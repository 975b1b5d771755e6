"""Design scenarios of a described protocol: fields, parser, the expected statistics and the asymptotic rate.

A scenario is a TOML file holding the description tables (``[description]``, ``[[alice.settings]]``,
``[[bob.settings]]``, ``[sifting]``) and the design's own sections: ``[statistics]`` (a channel model or
tables of expected conditional probabilities), ``[budget]``, ``[security]``, ``[reconciliation]``,
``[analysis]`` and ``[design]``.  The same file serves as the description a block names.
"""

from __future__ import annotations

import math
from dataclasses import dataclass

import numpy as np

from ...domains import POSITIVE_COUNT, RATE_HZ, Domain
from ...errors import InputError
from ...reconciliation import EFFICIENCY_DOMAIN
from .._fields import block_security_specs, read_schema_sections, security_fields_with, security_targets
from .._spec import FieldSpec, by_name, sections_of
from .block import ATTACKS, PROTOCOL_NAME, parse_counts
from .description import DEFAULT_TOLERANCE, TOLERANCE_DOMAIN, Description, parse_description, picture_index

__all__ = ["SCENARIO_SPECS", "SCENARIO_SCHEMA_RULES", "DescribedScenario", "parse_scenario", "scenario_fields",
           "with_field", "default_scenario", "conditional_table", "joint_expected", "biased"]

_OPEN_UNIT = Domain(0.0, 1.0, lower_open=True, upper_open=True)
_SETTINGS_SCHEMA = {"type": "array", "minItems": 1, "items": {"type": "object"}}
_EXPECTED_SCHEMA = {"type": "array", "items": {
    "type": "object", "required": ["alice", "bob", "table"], "additionalProperties": False,
    "properties": {"alice": {"type": "string"}, "bob": {"type": "string"},
                   "table": {"type": "array", "items": {"type": "array", "items": {"type": "number", "minimum": 0,
                                                                                   "maximum": 1}}}}}}

#: Every scenario field, declared once (``finitekey fields described``, ``finitekey schema described-scenario``).
SCENARIO_SPECS = (
    FieldSpec("protocol.name", "choice", "the protocol analysed", choices=(PROTOCOL_NAME,), default=PROTOCOL_NAME),
    FieldSpec("protocol.label", "text", "free-text name of the scenario, carried into outputs"),
    FieldSpec("description.label", "text", "free-text name of the protocol described"),
    FieldSpec("description.tolerance", "number", "tolerance of the matrix checks (Hermitian, PSD, trace, POVM sum)",
              domain=TOLERANCE_DOMAIN, default=DEFAULT_TOLERANCE),
    FieldSpec("alice.settings", "list", "Alice's settings: name, probability, states (kets or density matrices; "
              "complex entries as strings \"a+bj\"), state_probabilities, labels, key", required="yes",
              schema=_SETTINGS_SCHEMA),
    FieldSpec("bob.settings", "list", "Bob's settings: name, probability, povm (matrices summing to the identity), "
              "labels, discard (outcome indices announced and dropped)", required="yes", schema=_SETTINGS_SCHEMA),
    FieldSpec("sifting.key_pairs", "list", "[alice setting, bob setting] name pairs whose rounds make key",
              required="yes", schema={"type": "array", "minItems": 1,
                                      "items": {"type": "array", "items": {"type": "string"}, "minItems": 2,
                                                "maxItems": 2}}),
    FieldSpec("statistics.depolarising", "number", "channel model: depolarising probability p, (1-p) s + p I/d on "
              "the signal space", domain=Domain(0.0, 1.0), required="this or statistics.expected"),
    FieldSpec("statistics.transmittance", "number", "channel model: probability that the signal arrives (else "
              "Bob gets the vacuum state)", domain=Domain(0.0, 1.0, lower_open=True), default=1.0),
    FieldSpec("statistics.vacuum", "number", "index of the vacuum basis vector of Bob's space (needed with "
              "transmittance < 1)", domain=Domain(0, 15, integer=True)),
    FieldSpec("statistics.expected", "list", "expected statistics: one {alice, bob, table} per pair of settings, "
              "table[state][outcome] = p(outcome | state, settings)", required="this or statistics.depolarising",
              schema=_EXPECTED_SCHEMA),
    FieldSpec("budget.rounds", "number", "N: rounds per block (signals sent)", unit="rounds", domain=POSITIVE_COUNT,
              required="yes"),
    FieldSpec("budget.signal_rate_hz", "number", "rounds per second", unit="Hz", domain=RATE_HZ),
    *block_security_specs("security."),
    FieldSpec("reconciliation.efficiency", "number", "reconciliation efficiency f (leak f n H(K|B))",
              domain=EFFICIENCY_DOMAIN, default=1.1),
    FieldSpec("analysis.attacks", "choice", "attacks the key length holds against", choices=ATTACKS,
              default="collective"),
    FieldSpec("analysis.statistics", "choice", "confidence intervals of the test statistics", choices=("exact",),
              default="exact"),
    FieldSpec("design.key_probability", "number", "fixed probability of the key setting, Alice and Bob (default: "
              "optimised)", domain=_OPEN_UNIT),
    FieldSpec("design.test_fraction", "number", "fixed probability that a round is a test round (default: "
              "optimised)", domain=_OPEN_UNIT),
)
SCENARIO_SCHEMA = {sec: {k: by_name(SCENARIO_SPECS)[f"{sec}.{k}"] for k in keys}
                   for sec, keys in sections_of(SCENARIO_SPECS).items()}
SCENARIO_SCHEMA_RULES = {"": {"required": ["alice", "bob", "sifting", "statistics", "budget", "security"]},
                         "budget": {"required": ["rounds"]},
                         "statistics": {"oneOf": [{"required": ["depolarising"], "not": {"required": ["expected"]}},
                                                  {"required": ["expected"], "not": {"required": ["depolarising"]}}]}}


@dataclass(frozen=True)
class DescribedScenario:
    """A validated scenario; ``data`` is the normalised nested mapping (defaults filled in).

    Attributes
    ----------
    description : Description
    conditional : numpy.ndarray
        ``conditional[j, o] = p(Bob's outcome b | signal (x, k), Bob's setting y)`` for signal ``j`` and outcome
        ``o = (y, b)`` (order of :func:`~.description.picture_index`).
    rounds : int
    signal_rate_hz : float or None
    eps_sec, eps_cor : float
    efficiency : float
    key_probability, test_fraction : float or None
        Fixed design parameters (None: optimised).
    """

    data: dict
    description: Description
    conditional: np.ndarray
    rounds: int
    signal_rate_hz: float | None
    eps_sec: float
    eps_cor: float
    efficiency: float
    key_probability: float | None
    test_fraction: float | None


def conditional_table(desc: Description, depolarising: float, transmittance: float = 1.0,
                      vacuum: int | None = None) -> np.ndarray:
    """``p(b | x, k, y) = Tr(Lambda(sigma_{x,k}) M_{b|y})`` for the channel
    ``Lambda(s) = t [(1-p) s + p Tr(s) Pi / r] + (1-t) Tr(s) |vac><vac|`` (``Pi`` the projector off the vacuum,
    rank ``r``; the identity when there is no vacuum)."""
    d = desc.dim
    pi = np.eye(d)
    vac = np.zeros((d, d))
    if vacuum is not None:
        vac[vacuum, vacuum] = 1.0
        pi = pi - vac
    r = float(np.trace(pi))
    sig, out, ns, no = picture_index(desc)
    table = np.zeros((ns, no))
    for (x, k), j in sig.items():
        s = desc.alice[x].elements[k]
        tr = complex(np.trace(s)).real
        lam = transmittance * ((1 - depolarising) * s + depolarising * tr * pi / r) + (1 - transmittance) * tr * vac
        for (y, b), o in out.items():
            table[j, o] = float(np.trace(lam @ desc.bob[y].elements[b]).real)
    return np.clip(table, 0.0, 1.0)


def joint_expected(desc: Description, conditional: np.ndarray) -> np.ndarray:
    """``P[j, o] = p_x p_{k|x} q_y p(b | x, k, y)``: the joint probabilities of one round."""
    sig, out, ns, no = picture_index(desc)
    w_sig = np.zeros(ns)
    for (x, k), j in sig.items():
        w_sig[j] = desc.alice[x].probability * desc.alice[x].element_probabilities[k]
    w_out = np.zeros(no)
    for (y, b), o in out.items():
        w_out[o] = desc.bob[y].probability
    return w_sig[:, None] * w_out[None, :] * conditional


def biased(desc: Description, key_probability: float) -> Description:
    """The description with the key setting (of the first key pair) chosen with ``key_probability`` by Alice and by
    Bob; the other settings of each share the rest in their given proportions (a party with one setting keeps
    it)."""
    x0, y0 = desc.key_pairs[0]

    def spread(settings, i0):
        if len(settings) == 1:
            return None
        rest = math.fsum(s.probability for i, s in enumerate(settings) if i != i0)
        return tuple(key_probability if i == i0 else (1 - key_probability) * s.probability / rest
                     for i, s in enumerate(settings))
    return desc.with_probabilities(spread(desc.alice, x0), spread(desc.bob, y0))


def parse_scenario(data) -> DescribedScenario:
    """Validate a scenario mapping (from TOML); errors name ``section.field`` or the element of the description.

    Raises
    ------
    InputError
    """
    norm = read_schema_sections(data, SCENARIO_SCHEMA, raw_kinds=("list", "table"))
    desc = parse_description({"description": {k: v for k, v in norm["description"].items()},
                              "alice": norm["alice"], "bob": norm["bob"], "sifting": norm["sifting"]})
    st = norm["statistics"]
    if ("depolarising" in st) == ("expected" in st):
        raise InputError("statistics.depolarising", st.get("depolarising"),
                         "exactly one of statistics.depolarising (a channel model) or statistics.expected (tables)")
    if "expected" in st:
        for f in ("transmittance", "vacuum"):
            if f in data.get("statistics", {}):
                raise InputError(f"statistics.{f}", st[f], "absent with statistics.expected (a channel-model field)")
        cond = parse_counts(st["expected"], desc, "statistics.expected", integer=False)
        if np.isnan(cond).any():
            sig, out, _, _ = picture_index(desc)
            j, o = [int(v[0]) for v in np.nonzero(np.isnan(cond))]
            x = [xx for (xx, k), jj in sig.items() if jj == j][0]
            y = [yy for (yy, b), oo in out.items() if oo == o][0]
            raise InputError("statistics.expected", f"no table for alice {desc.alice[x].name!r}, bob "
                             f"{desc.bob[y].name!r}", "one table per pair of settings")
    else:
        vac = st.get("vacuum")
        if vac is not None:
            vac = int(vac)
            if vac >= desc.dim:
                raise InputError("statistics.vacuum", vac, f"an index of Bob's space in [0, {desc.dim - 1}]")
        if st["transmittance"] < 1.0 and vac is None:
            raise InputError("statistics.transmittance", st["transmittance"],
                             "1 unless statistics.vacuum names the vacuum vector that a lost signal becomes")
        cond = conditional_table(desc, float(st["depolarising"]), float(st["transmittance"]), vac)
    b = norm["budget"]
    if "rounds" not in b:
        raise InputError("budget.rounds", None, f"the rounds per block, {POSITIVE_COUNT.describe()}")
    eps_sec, eps_cor = security_targets(norm["security"], "security.")
    d = norm["design"]
    return DescribedScenario(norm, desc, cond, int(b["rounds"]), b.get("signal_rate_hz"), eps_sec, eps_cor,
                             float(norm["reconciliation"]["efficiency"]), d.get("key_probability"),
                             d.get("test_fraction"))


def scenario_fields() -> list:
    """Dotted names of every scenario field."""
    return [f"{s}.{f}" for s, fields in SCENARIO_SCHEMA.items() for f in fields]


def with_field(scenario: DescribedScenario, dotted_name: str, value) -> DescribedScenario:
    """Copy of ``scenario`` with one field replaced and the whole scenario re-validated."""
    if dotted_name not in scenario_fields():
        raise InputError("field", dotted_name, "one of: " + ", ".join(scenario_fields()))
    section, name = dotted_name.split(".", 1)
    data = {s: dict(v) for s, v in scenario.data.items()}
    if section == "security":
        data["security"] = security_fields_with(data["security"], scenario.eps_sec, scenario.eps_cor, name, value)
    else:
        data[section][name] = value
    if dotted_name == "statistics.depolarising":
        data["statistics"].pop("expected", None)
    if dotted_name == "statistics.expected":
        for f in ("depolarising", "transmittance", "vacuum"):
            data["statistics"].pop(f, None)
    return parse_scenario(data)


def default_scenario() -> DescribedScenario:
    """The example qubit BB84 scenario (fictional numbers), built in so that ``design`` has a default."""
    return parse_scenario(DEFAULT_SCENARIO)


_S = 0.7071067811865476
#: The built-in scenario: qubit BB84 as a described protocol, depolarising channel (fictional numbers); the same
#: content as examples/described/bb84_qubit.toml.
DEFAULT_SCENARIO = {
    "protocol": {"name": PROTOCOL_NAME, "label": "qubit BB84, depolarising channel (fictional)"},
    "description": {"label": "qubit BB84", "tolerance": 1e-9},
    "alice": {"settings": [
        {"name": "Z", "probability": 0.5, "states": [[1, 0], [0, 1]], "labels": ["0", "1"], "key": [0, 1]},
        {"name": "X", "probability": 0.5, "states": [[_S, _S], [_S, -_S]], "labels": ["+", "-"]}]},
    "bob": {"settings": [
        {"name": "Z", "probability": 0.5, "povm": [[[1, 0], [0, 0]], [[0, 0], [0, 1]]], "labels": ["0", "1"]},
        {"name": "X", "probability": 0.5, "povm": [[[0.5, 0.5], [0.5, 0.5]], [[0.5, -0.5], [-0.5, 0.5]]],
         "labels": ["+", "-"]}]},
    "sifting": {"key_pairs": [["Z", "Z"]]},
    "statistics": {"depolarising": 0.04},
    "budget": {"rounds": 10_000_000_000},
    "security": {"eps_sec": 1e-10, "eps_cor": 1e-15},
    "reconciliation": {"efficiency": 1.1},
}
◇ ◇ ◇
_ABOUT THIS TASK_:
Among the entries above, the lines between the ones containing "eps_sec: float" and "for the channel", inclusive, are to be transcribed exactly. No other line is to be given.

_EXERCISE ANSWER_:
    eps_sec: float
    eps_cor: float
    efficiency: float
    key_probability: float | None
    test_fraction: float | None


def conditional_table(desc: Description, depolarising: float, transmittance: float = 1.0,
                      vacuum: int | None = None) -> np.ndarray:
    """``p(b | x, k, y) = Tr(Lambda(sigma_{x,k}) M_{b|y})`` for the channel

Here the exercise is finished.